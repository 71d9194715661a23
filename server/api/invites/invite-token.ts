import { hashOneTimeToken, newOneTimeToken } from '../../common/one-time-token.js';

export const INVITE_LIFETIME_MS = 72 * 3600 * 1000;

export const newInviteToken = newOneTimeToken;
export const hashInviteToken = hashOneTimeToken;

========

## TASK DIRECTIONS
Set the entries down again, unchanged and complete.

## TASK RESPONSE
repository 71d9194715661a23
filename server/api/invites/invite-token.ts
import { hashOneTimeToken, newOneTimeToken } from '../../common/one-time-token.js';

export const INVITE_LIFETIME_MS = 72 * 3600 * 1000;

export const newInviteToken = newOneTimeToken;
export const hashInviteToken = hashOneTimeToken;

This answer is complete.